To resolve the SEC’s charges, Murray and Trillium agreed to a judgment permanently enjoining them from future violations of the antifraud provisions of the federal securities laws, enjoining them from participating or engaging in certain securities-related conduct, and barring Murray from serving as an officer or director of a public company. The SEC and the defendants will litigate the amount of monetary relief in federal court. Murray also pled guilty to one count of securities fraud, which provides for a sentence of up to 20 years in prison and a fine of up to $5 million.

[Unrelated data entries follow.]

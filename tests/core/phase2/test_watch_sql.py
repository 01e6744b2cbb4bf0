"""Phase II on a database: rows after the last key judged, read from a SQLite file made by the test and
from the real PostgreSQL server (``pg_server`` in tests/conftest.py), rows inserted between polls.

References: Phase II as in Montgomery, *Introduction to Statistical Quality Control*, ch. 5-6 — new
subgroups are judged against the frozen Phase I limits [definition]; the X̄ of a subgroup is the mean of
its readings [definition], computed here with numpy from the rows the test inserted.  The expected
signals are those of the full computation: ``analyse()`` of the whole table read afresh with the case's
frozen limits [definition] — what the incremental watch must reproduce.
"""
from __future__ import annotations

import hashlib
import json
import sqlite3
from pathlib import Path

import numpy as np
import pytest

from sources_common import PG_PASSWORD  # the test role's password: never written anywhere
from workbench.cli import main
from workbench.core.analysis import analyse
from workbench.core.case.casefile import Case
from workbench.core.case.integrity import verify
from workbench.core.data.reader import load
from workbench.core.model import Exclusion, WorkbenchError
from workbench.core.phase2.judge import Watch

HEADS = ("H1", "H2", "H3")
LAYOUT = ["--subgroup", "batch", "--stream", "head", "--value", "ml"]


class Plant:
    """A fill table in a database made by the test: id (the increasing key), batch, head, ml."""

    def __init__(self, execute, commit, param: str) -> None:
        self.execute, self.commit, self.param = execute, commit, param
        self.next_id, self.readings = 1, {}
        self.rng = np.random.default_rng(7)

    def add(self, batches, shift: float = 0.0, heads=HEADS) -> None:
        p = self.param
        for b in batches:
            for h in heads:
                v = float(np.round(10.0 + shift + self.rng.normal(0, 0.5), 3))
                self.execute(f"INSERT INTO fill VALUES ({p}, {p}, {p}, {p})", (self.next_id, f"B{b:03d}", h, v))
                self.readings.setdefault(f"B{b:03d}", []).append(v)
                self.next_id += 1
        self.commit()


@pytest.fixture
def sqlite_plant(tmp_path):
    db = tmp_path / "plant.db"
    con = sqlite3.connect(db)
    con.execute("CREATE TABLE fill (id INTEGER, batch TEXT, head TEXT, ml REAL)")
    plant = Plant(con.execute, con.commit, "?")
    plant.url = f"sqlite:///{db}"
    yield plant
    con.close()


def make_case(tmp_path: Path, plant: Plant, key: list[str] = ("--key", "id")) -> str:
    plant.add(range(1, 26))
    case = str(tmp_path / "fill.case.json")
    assert main(["case", "new", plant.url, "--table", "fill", *key, *LAYOUT, "-o", case]) == 0
    assert main(["case", "freeze", case, "--force", "--reason", "test: Phase I as it stands"]) == 0
    return case


def full(case: str):
    """The whole table read afresh with the case's state: the reference the watch must equal."""
    with Case.open(case, readonly=True) as c:
        src = c.data.source
        import dataclasses
        ds = load(dataclasses.replace(src, key="id"), c.data.request)
        return analyse(ds, c.state.settings, c.state.exclusions, c.state.frozen)


def keys_from(analysis, start: int) -> set[str]:
    return {s.key for s in analysis.signals if s.last >= start}


def test_sqlite_rows_after_the_last_key_are_judged(tmp_path, sqlite_plant):
    plant = sqlite_plant
    case = make_case(tmp_path, plant)
    with Case.open(case) as c:
        w = Watch.start(c)
        assert w.catch_up().positions == range(25, 25)
        plant.add(range(26, 30), shift=2.5)           # four batches far above the centre
        j = w.poll()
        assert j.positions == range(25, 29) and j.update.rows == 12
        xbar = w.analysis.chart_named("xbar")
        for i, label in enumerate(["B026", "B027", "B028", "B029"]):
            assert xbar.values[25 + i] == pytest.approx(np.mean(plant.readings[label]), abs=1e-12)
        assert w.record(j) == "trail"
        plant.add([30], heads=("H1", "H2"))          # a batch half inserted: held back until complete
        j = w.poll()
        assert j.positions == range(29, 29) and j.update.open_subgroup == "B030"
        plant.add([30], heads=("H3",))
        plant.add([31])
        j = w.poll()
        assert [str(w.dataset.labels[p]) for p in j.positions] == ["B030", "B031"]
        w.record(j)
        ref = full(case)
        assert w.analysis.dataset.m == ref.dataset.m == 31
        assert keys_from(w.analysis, 25) == keys_from(ref, 25) != set()
        for mine, theirs in zip(w.analysis.charts, ref.charts):
            np.testing.assert_allclose(mine.values, theirs.values, rtol=0, atol=1e-12)
        np.testing.assert_array_equal(w.dataset.labels, ref.dataset.labels)
    # What Phase II consumed is in the trail: the key, the last key, the rows and their fingerprint.
    doc = json.loads(Path(case).read_text(encoding="utf-8"))
    seen = [e["payload"] for e in doc["trail"] if e["kind"] == "data-appended"]
    assert seen[-1]["key"] == "id" and seen[-1]["last_key"] == plant.next_id - 1 and seen[-1]["rows"] == 93
    # The documented canonical form, written out here: names, then one JSON array a row (floats by repr).
    con = sqlite3.connect(plant.url.removeprefix("sqlite:///"))
    text = '["id","batch","head","ml"]\n' + "".join(
        json.dumps([i, b, h, repr(v)], separators=(",", ":")) + "\n"
        for i, b, h, v in con.execute("SELECT id, batch, head, ml FROM fill ORDER BY id"))
    con.close()
    assert seen[-1]["sha256"] == hashlib.sha256(text.encode()).hexdigest()
    assert seen[-1]["size_bytes"] == len(text.encode())
    # A later watch starts where this one ended: nothing is judged twice.
    with Case.open(case) as c:
        w = Watch.start(c)
        assert w.catch_up().positions == range(31, 31)
    assert verify(case).intact


def test_sqlite_verify_recomputes_limits_on_the_rows_judged(tmp_path, sqlite_plant):
    # An exclusion recorded in Phase II was computed on the rows read then; verify reads the first rows
    # of that size again (in key order) though the table has grown since.
    plant = sqlite_plant
    case = make_case(tmp_path, plant)
    with Case.open(case) as c:
        w = Watch.start(c)
        plant.add(range(26, 29), shift=3.0)
        w.record(w.poll())
        c.record_exclusion(w.dataset, Exclusion("B027"), "test: cap loose")
    plant.add(range(29, 33))
    v = verify(case)
    assert v.intact, v.problems
    # 3 batches of 3 readings judged, 4 batches inserted after: 21 rows more, 9 judged, 12 new
    assert any("has 21 rows more than when the case was created (the first 75 unchanged): 9 of them judged in "
               "Phase II and unchanged; 12 new, Phase II material" in r for r in v.remarks), v.remarks


def test_sqlite_key_going_backwards_stops_the_watch(tmp_path, sqlite_plant):
    plant = sqlite_plant
    case = make_case(tmp_path, plant)
    with Case.open(case) as c:
        w = Watch.start(c)
        plant.add([26])
        assert w.poll().positions == range(25, 26)
        plant.next_id = 5                               # a row behind the last key read: WHERE id > last misses it
        plant.add([27], heads=("H1",))
        j = w.poll()
        assert not j.ok and j.status == "rewritten"
        assert "goes backwards" in j.message and "\n" not in j.message


def test_sqlite_repeated_key_is_one_line_naming_row_and_column(tmp_path, sqlite_plant):
    plant = sqlite_plant
    case = make_case(tmp_path, plant)
    with Case.open(case) as c:
        w = Watch.start(c)
        plant.add([26], heads=("H1",))
        plant.next_id -= 1                              # the next row repeats id 76
        plant.add([26], heads=("H2",))
        with pytest.raises(WorkbenchError) as e:
            w.poll()
    msg = str(e.value)
    # record 77 in key order (75 rows read before, this poll's second row); nothing of the poll was taken
    assert msg.startswith("sqlite:///plant.db table fill:77:id: key 76 is not greater than the key before it (76)")
    assert "\n" not in msg


def test_key_not_increasing_in_phase_one_is_refused(tmp_path, sqlite_plant):
    # A key that does not order the rows as they were read (here: a column that goes down) is refused.
    plant = sqlite_plant
    case = make_case(tmp_path, plant, key=[])
    plant.execute("ALTER TABLE fill ADD COLUMN countdown INTEGER")
    plant.execute("UPDATE fill SET countdown = 1000 - id")
    plant.commit()
    with Case.open(case) as c:
        with pytest.raises(WorkbenchError, match="differ from those read at event 1"):
            Watch.start(c, "countdown")        # read in countdown order, the rows are not those of the creation
        with pytest.raises(WorkbenchError, match="give --key COLUMN"):
            Watch.start(c)


def run(args: list[str]) -> int:
    try:
        return main(args)
    except SystemExit as e:
        return int(e.code)


def test_cli_watch_once_with_key(tmp_path, sqlite_plant, capsys):
    # A case made without --key: ``watch --key`` names it; the key is recorded and used from then on.
    plant = sqlite_plant
    case = make_case(tmp_path, plant, key=[])
    plant.add(range(26, 30), shift=3.0)
    assert run(["watch", case, "--once"]) == 2
    assert "give --key COLUMN" in capsys.readouterr().err
    assert main(["watch", case, "--once", "--key", "id"]) == 1      # new signals
    out = capsys.readouterr()
    assert "by key id" in out.err and "beyond-limits" in out.out
    assert run(["watch", case, "--once", "--key", "batch"]) == 2
    assert "followed by key 'id'" in capsys.readouterr().err
    plant.add([30])
    assert main(["watch", case, "--once"]) in (0, 1)                  # the recorded key is used
    assert verify(case).intact


def test_postgres_rows_inserted_between_polls(tmp_path, pg_server, monkeypatch):
    monkeypatch.setenv("WORKBENCH_DB_PASSWORD", PG_PASSWORD)  # the case never holds it: each look reads it here
    with pg_server.connect("plant") as conn:
        conn.execute("SET ROLE engineer")
        conn.execute("DROP TABLE IF EXISTS fill")
        conn.execute("CREATE TABLE fill (id bigint, batch text, head text, ml double precision)")
        plant = Plant(lambda q, p=(): conn.execute(q, p), conn.commit, "%s")
        plant.url = pg_server.url("engineer", PG_PASSWORD, "plant")
        case = make_case(tmp_path, plant)
        with Case.open(case) as c:
            w = Watch.start(c)
            plant.add(range(26, 29), shift=3.0)
            j = w.poll()
            assert j.positions == range(25, 28)
            w.record(j)
            plant.add(range(29, 31))
            j = w.poll()
            assert j.positions == range(28, 30)
            w.record(j)
            ref = full(case)
            assert keys_from(w.analysis, 25) == keys_from(ref, 25) != set()
            for i in range(25, 30):
                label = str(w.dataset.labels[i])
                assert w.analysis.chart_named("xbar").values[i] == pytest.approx(np.mean(plant.readings[label]),
                                                                                 abs=1e-12)
        assert verify(case).intact
        text = Path(case).read_text(encoding="utf-8")
        assert PG_PASSWORD not in text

On May 20, 2024, a Massachusetts accountant who pled guilty to making almost $35,000 by trading on confidential information from a friend settled related civil charges lodged by the SEC in a parallel action. The civil action alleged that the accountant and his friends violated Section 10(b) of the Securities Exchange Act of 1934 by trading on material nonpublic information regarding the acquisition of Linear Technology Corp. by Analog Devices Inc. (ADI). After receiving a tip from a friend whose brother worked for ADI, the accountant and another friend purchased Linear securities in the days leading up to the announcement of the acquisition, then sold their Linear options and shares the day after the announcement, for a combined total profit of more than $90,000. In the settlement, the accountant agreed to pay a $14,750 civil fine, disgorge the $34,750 he made from the trades, and pay $14,940 in interest. The settlement also permanently enjoins the accountant from violating securities law.